11. Dezember 2016 | 03:12 Uhr

Crivitzer Geflügelzüchter : Sorge um die Schau des Geflügels

vom
Aus der Redaktion der Zeitung für die Landeshauptstadt

Strenge Maßnahmen zur Vogelgrippe lassen Züchter um Höhepunkt des Zuchtjahres bangen - Präsentation für Januar geplant

Es wäre erst das dritte Mal in der 67-jährigen Geschichte des Crivitzer Rassegeflügelzuchtvereins, dass die Geflügelschau nicht stattfindet. Eine Vorstellung, die sich Uwe Röbke, Vorsitzender des Zuchtvereins, nicht ausmalen möchte. „Wenn die Schau wegen der Vogelgrippe gestrichen wird, dann bedeutet das einen finanziellen Verlust für den Verein“, stellt der Hobby-Züchter klar. Die Veranstaltung, die immer am zweiten Wochenende im Januar stattfindet und bei der rund 350 Tiere präsentiert werden, sei die Haupteinnahmequelle des Vereins. Röbke beziffert das Minus, das den Mitgliedern bei einem Ausfall am 14. und 15. Januar entstehen würde, auf etwa 2000 bis 3000 Euro. „Saalmiete, Standgelder, Käfigmaterial und auch die Preisrichter, die meistens schon ein Jahr im Voraus gebucht sind, müssen bezahlt werden. Da kommt schon einiges zusammen“, so der Crivitzer.

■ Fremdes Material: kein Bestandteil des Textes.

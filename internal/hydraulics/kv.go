package hydraulics

import (
	"fmt"
	"math"

	"flowset/internal/fluid"
)

// Kv/Cv conversion, exact from the unit definitions (NIST SP 811: 1 US
// gallon = 3.785411784 L, 1 psi = 0.45359237 kg × 9.80665 m/s² / (0.0254
// m)² = 6894.757293168 Pa; 1 bar = 1e5 Pa): Kv = Cv × 0.003785411784 × 60 ×
// √(1e5/6894.757293168).
//
// Cv is defined with water at 60 °F (15.6 °C) and Kv with water at 5-30 °C
// (IEC 60534 refers to 15 °C); the densities differ by under 0.01 %, far
// below valve tolerances, so the conversion ignores the difference.
const (
	KvPerCv = 0.8649776554423018 // Kv [m3/h at 1 bar] per Cv [US gpm at 1 psi]
	CvPerKv = 1.1560992283536565 // Cv per Kv
)

// KvRefDensity is ρ0, the density of water at 15 °C used as the reference of
// the relative density ρ/ρ0 in IEC 60534-2-1 (999.1 kg/m3 as printed there;
// IAPWS-IF97 gives 999.10 kg/m3 at 15 °C, 1 atm).
const KvRefDensity = 999.1

// Unit factors of the Kv definition.
const (
	secondsPerHour = 3600.0
	pascalPerBar   = 1e5
)

// KvDrop returns the pressure drop [Pa] and its slope d(dp)/dq across a
// restriction of flow coefficient kv [m3/h at 1 bar] at flow q [m3/s] of a
// liquid of density rho [kg/m3], from the IEC 60534-2-1 equation for
// non-choked turbulent incompressible flow with F_P = F_R = 1:
//
//	Q = N1 Kv √(Δp / (ρ/ρ0)),  Q in m3/h, Δp in bar, N1 = 1, ρ0 = KvRefDensity.
//
// kv and rho must be positive (otherwise the result is Inf or NaN).
func KvDrop(q, kv, rho float64) (dp, slope float64) {
	r := secondsPerHour / kv
	c := pascalPerBar * rho / KvRefDensity * r * r
	return c * q * math.Abs(q), 2 * c * math.Abs(q)
}

// KvFromDrop returns the flow coefficient Kv [m3/h at 1 bar] that passes
// flow q [m3/s] at pressure drop dp [Pa] for a liquid of density rho, by the
// equation of KvDrop. q and dp must be non-zero and of the same sign.
func KvFromDrop(q, dp, rho float64) (float64, error) {
	if !(rho > 0) || math.IsInf(rho, 1) {
		return 0, fmt.Errorf("kv from drop: density %g kg/m3 must be positive: %w", rho, ErrInvalid)
	}
	if math.IsNaN(q) || math.IsInf(q, 0) || math.IsNaN(dp) || math.IsInf(dp, 0) {
		return 0, fmt.Errorf("kv from drop: flow %g m3/s and drop %g Pa must be finite: %w", q, dp, ErrInvalid)
	}
	if q == 0 || dp == 0 || (q > 0) != (dp > 0) {
		return 0, fmt.Errorf("kv from drop: flow %g m3/s and drop %g Pa must be non-zero and of one sign: %w", q, dp, ErrOutOfRange)
	}
	qh := math.Abs(q) * secondsPerHour
	bar := math.Abs(dp) / pascalPerBar
	return qh * math.Sqrt(rho/KvRefDensity/bar), nil
}

// FixedKv is a restriction known by one flow coefficient: a control valve
// wide open, a fixed orifice, a strainer rated by Kv.
type FixedKv struct {
	Kv float64 // m3/h at 1 bar
}

// Validate reports whether Kv is positive and finite.
func (k FixedKv) Validate() error {
	if !(k.Kv > 0) || math.IsInf(k.Kv, 1) {
		return fmt.Errorf("fixed kv: kv %g must be positive: %w", k.Kv, ErrInvalid)
	}
	return nil
}

// Drop implements Element by KvDrop.
func (k FixedKv) Drop(q float64, f fluid.State) (dp, slope float64) {
	return KvDrop(q, k.Kv, f.Density)
}
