package hydraulics

import (
	"fmt"
	"math"

	"flowset/internal/fluid"
)

// Constants of the pressure-independent valve's regulating law (see
// PressureIndependent). Neither is a published figure: they are chosen so
// that the modelled valve is at least as good as the valves they stand for,
// whose makers state a flow held within a few per cent across their range
// (common practice, no source).
const (
	// RegulatorDroop is how much the held flow rises, as a fraction of the
	// set flow, per pascal of differential above the hold point: 0.5 % per
	// 100 kPa.
	RegulatorDroop = 0.005 / 1e5
	// regulatorKnee is the pressure scale of the rounded corner between the
	// fixed-Kv law and the regulating law, as a fraction of the hold
	// differential: the corner is spread over a few tenths of a per cent of
	// it, so the valve passes its set flow from about 0.35 % above its hold
	// differential.
	regulatorKnee = 0.005
)

// PressureIndependent is a pressure-independent control valve at one
// setting: a flow limiter and a differential regulator in one body. Above its
// hold differential the regulator closes to keep the flow at the set flow
// whatever the differential; below it the regulator is wide open and the
// valve is a fixed restriction of flow coefficient Kv, so the flow falls as
// the square root of the differential (IEC 60534-2-1, as KvDrop).
//
// The hold differential is where the two meet: KvDrop(Flow, Kv, ρ). A valve
// whose Kv comes from its least differential and set flow (KvFromDrop at the
// reference density) holds its flow from exactly that least differential.
//
// # The law as a drop
//
// The network solver needs the drop as a function of flow with a finite,
// non-negative slope. An ideal regulator is a vertical line at the set flow,
// which no Newton method can use; it is modelled instead as a stiff variable
// resistance added to the fixed Kv:
//
//	dp(q) = c q|q| + P [sp((q - Q)/w) - sp((-q - Q)/w)],  sp(x) = ln(1 + e^x),
//
// with c the Kv law's coefficient, Q the set flow, P = regulatorKnee × the
// hold differential and w = RegulatorDroop × Q × P. Far above the set flow
// the added term is P (q - Q)/w, a straight line whose slope 1/(Q ×
// RegulatorDroop) lets the flow rise by RegulatorDroop × Q per pascal (a
// proportional regulator of finite gain, as real ones are); far below it is
// zero to within e^-(Q/w). The law is smooth (every derivative exists),
// strictly increasing for q ≠ 0 and odd (reverse flow meets the body as a
// fixed Kv and a mirrored regulator), its slope is never infinite, and the
// stiffest slope is bounded by the droop, so the Jacobian of the
// Todini-Pilati iteration stays finite and non-singular where it would be
// for a plain Kv element (the solver's slope floor covers q = 0, as for
// KvDrop). A smoothed minimum of two flows, or a switch between two laws, was
// rejected: a switch has a slope jump at the corner that makes Newton's
// method cycle, and the softplus keeps the corner sharp (a few tenths of a
// per cent of the hold differential) while being analytic.
type PressureIndependent struct {
	Flow float64 // set flow, m3/s
	Kv   float64 // m3/h at 1 bar, below the hold differential
}

// Validate reports whether the set flow and Kv are positive and finite.
func (v PressureIndependent) Validate() error {
	if !(v.Flow > 0) || math.IsInf(v.Flow, 1) {
		return fmt.Errorf("pressure-independent valve: set flow %g m3/s must be positive: %w", v.Flow, ErrInvalid)
	}
	if !(v.Kv > 0) || math.IsInf(v.Kv, 1) {
		return fmt.Errorf("pressure-independent valve: kv %g must be positive: %w", v.Kv, ErrInvalid)
	}
	return nil
}

// HoldDiff returns the differential [Pa] at which the valve reaches its set
// flow with its regulator wide open, for a liquid of density rho.
func (v PressureIndependent) HoldDiff(rho float64) float64 {
	dp, _ := KvDrop(v.Flow, v.Kv, rho)
	return dp
}

// regulator returns P and w of the law for density rho.
func (v PressureIndependent) regulator(rho float64) (p, w float64) {
	p = regulatorKnee * v.HoldDiff(rho)
	return p, RegulatorDroop * v.Flow * p
}

// softplus returns ln(1 + e^x) and its derivative, the logistic function,
// without overflow.
func softplus(x float64) (y, dy float64) {
	switch {
	case x > 40:
		return x, 1
	case x < -40:
		e := math.Exp(x)
		return e, e
	}
	e := math.Exp(x)
	return math.Log1p(e), e / (1 + e)
}

// parts returns the fixed-Kv part of the drop with its slope, and the
// regulator's part with its slope.
func (v PressureIndependent) parts(q, rho float64) (kdp, kslope, rdp, rslope float64) {
	kdp, kslope = KvDrop(q, v.Kv, rho)
	p, w := v.regulator(rho)
	a, da := softplus((q - v.Flow) / w)
	b, db := softplus((-q - v.Flow) / w)
	return kdp, kslope, p * (a - b), p / w * (da + db)
}

// Drop implements Element by the law of the type comment. An invalid valve
// returns NaN.
func (v PressureIndependent) Drop(q float64, f fluid.State) (dp, slope float64) {
	if v.Validate() != nil {
		return math.NaN(), math.NaN()
	}
	kdp, ks, rdp, rs := v.parts(q, f.Density)
	return kdp + rdp, ks + rs
}

// ScaleDrop returns d(dp)/d(ln k) at flow q where k multiplies both the set
// flow and the Kv (a valve whose setting passes k times its table's flow):
// the calibration's derivative with respect to the valve's flow scale. The
// hold differential does not change with k, so P does not; w and Q scale
// with k, and the drop is then a function of q/k alone in the regulator's
// part: -q × its slope. The Kv part gives -2 × its drop, as for a Valve.
func (v PressureIndependent) ScaleDrop(q float64, f fluid.State) float64 {
	if v.Validate() != nil {
		return math.NaN()
	}
	kdp, _, _, rs := v.parts(q, f.Density)
	return -2*kdp - q*rs
}

// FlowAt returns the flow [m3/s] the valve passes at differential dp [Pa]
// (negative for reverse flow), the inverse of Drop, by Newton's method
// safeguarded by bisection on the strictly increasing law.
func (v PressureIndependent) FlowAt(dp float64, f fluid.State) (float64, error) {
	if err := v.Validate(); err != nil {
		return 0, err
	}
	if math.IsNaN(dp) || math.IsInf(dp, 0) || !(f.Density > 0) {
		return 0, fmt.Errorf("pressure-independent valve: differential %g Pa and density %g kg/m3 must be finite and the density positive: %w", dp, f.Density, ErrInvalid)
	}
	if dp == 0 {
		return 0, nil
	}
	sign := 1.0
	if dp < 0 {
		sign, dp = -1, -dp
	}
	// Bracket: the fixed Kv alone passes more than the valve at any dp.
	lo := 0.0
	hi := v.Kv / secondsPerHour * math.Sqrt(dp/pascalPerBar*KvRefDensity/f.Density) * 1.01
	q := min(hi, v.Flow)
	for range 200 {
		g, s := v.Drop(q, f)
		g -= dp
		if math.Abs(g) <= 1e-13*dp {
			return sign * q, nil
		}
		if g > 0 {
			hi = q
		} else {
			lo = q
		}
		next := q - g/s
		if !(next > lo && next < hi) || s <= 0 {
			next = (lo + hi) / 2
		}
		if next == q || hi-lo <= 1e-15*hi {
			return sign * next, nil
		}
		q = next
	}
	return sign * q, nil
}

// PressureIndependentTable is a pressure-independent valve model: the flow
// it holds and its Kv below its hold differential, each against setting
// (monotone cubic tables in ln value, as Table), and the least differential
// at which its maker says it holds its flow.
type PressureIndependentTable struct {
	Flow Table // set flow [m3/s] against setting
	Kv   Table // Kv [m3/h at 1 bar] below the hold differential against setting
	// HoldDiff is the maker's least differential for holding the flow, Pa.
	HoldDiff float64
}

// NewPressureIndependentTable returns the model of settings, the flows held
// there [m3/s], the Kv below the hold differential (NaN entries: the Kv
// that passes the setting's flow at holdDiff with water at the reference
// density, so the valve holds from exactly holdDiff) and the smallest
// setting change step.
func NewPressureIndependentTable(settings, flows, kv []float64, holdDiff, step float64) (PressureIndependentTable, error) {
	if !(holdDiff > 0) || math.IsInf(holdDiff, 1) {
		return PressureIndependentTable{}, fmt.Errorf("pressure-independent valve: hold differential %g Pa must be positive: %w", holdDiff, ErrInvalid)
	}
	if len(kv) != len(flows) {
		return PressureIndependentTable{}, fmt.Errorf("pressure-independent valve: %d kv for %d flows: %w", len(kv), len(flows), ErrInvalid)
	}
	ft, err := NewTable(settings, flows, step)
	if err != nil {
		return PressureIndependentTable{}, fmt.Errorf("pressure-independent valve, flow table: %w", err)
	}
	k := make([]float64, len(kv))
	for i, v := range kv {
		k[i] = v
		if math.IsNaN(v) {
			if k[i], err = KvFromDrop(flows[i], holdDiff, KvRefDensity); err != nil {
				return PressureIndependentTable{}, fmt.Errorf("pressure-independent valve: %w", err)
			}
		}
	}
	kt, err := NewTable(settings, k, step)
	if err != nil {
		return PressureIndependentTable{}, fmt.Errorf("pressure-independent valve, kv below the hold differential: %w", err)
	}
	return PressureIndependentTable{Flow: ft, Kv: kt, HoldDiff: holdDiff}, nil
}

// At returns the valve at a setting, with its flow and Kv multiplied by
// scale (a setting that passes scale times its table's flow; 0 means 1).
func (t PressureIndependentTable) At(setting, scale float64) (PressureIndependent, error) {
	if scale == 0 {
		scale = 1
	}
	q, err := t.Flow.KvAt(setting)
	if err != nil {
		return PressureIndependent{}, err
	}
	kv, err := t.Kv.KvAt(setting)
	if err != nil {
		return PressureIndependent{}, err
	}
	return PressureIndependent{Flow: q * scale, Kv: kv * scale}, nil
}

// Range returns the lowest and highest setting.
func (t PressureIndependentTable) Range() (lo, hi float64) { return t.Flow.Range() }

// SettingFor returns the setting whose held flow is q [m3/s].
func (t PressureIndependentTable) SettingFor(q float64) (float64, error) { return t.Flow.SettingFor(q) }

Neben den finanziellen Einbußen würde ein Ausfall auch einen ideellen Verlust bedeuten. „Man bereitet sich in einem Zuchtjahr ja auf die Ausstellung vor, hegt und pflegt die Tiere. Die Schau ist der Höhepunkt des Zuchtjahres. Dort kann man sich dann präsentieren“, erzählt der 60-Jährige, der bereits seit seinem zehnten Lebensjahr Hühner züchtet. Seine rund 70 Zuchttiere als auch knapp 20 Legehennen hat er genau nach Vorschrift eingestallt. Für das Geflügel sei das Stress pur, weil sie es gewohnt sind, im Freien umherzulaufen. Da könne es im Stall schon mal zu kleinen Kämpfen oder zum gegenseitigen Picken kommen. Zur Beschäftigung gibt es Grünfutter in den Stall.

Die strengen Maßnahmen findet Röbke sinnvoll und notwendig. „Es geht nun mal darum, eine Epidemie einzudämmen“, so der Vereinsvorsitzende. Dennoch findet er die Diskussion „etwas extrem“. Doch besondere Vorsicht sei „einfach sinnvoll“. Als Geflügelzüchter kann er die Halter der gefiederten Tiere nur davor warnen, möglicherweise verunreinigtes Wasser aus Regentonnen für die Tränken zu verwenden.

Den Umgang mit dieser besonderen Situation kennt er noch aus dem Jahr 2014. Damals hat der Ausbruch der Vogelgrippe zur Absage der Schau geführt. „Kurz vor Weihnachten wurden wir informiert“, erinnert sich Röbke. Vergangene Woche habe er beim Amtsveterinär angerufen und sich informiert, ob er weiter für die Veranstaltung planen soll. Von dieser Seite kam ein vorläufiges „o.k.“. Also lassen sich die Mitglieder nicht entmutigen und planen erst mal wie gehabt, damit die das schmucke Federvieh bei der Schau im Januar präsentiert werden kann.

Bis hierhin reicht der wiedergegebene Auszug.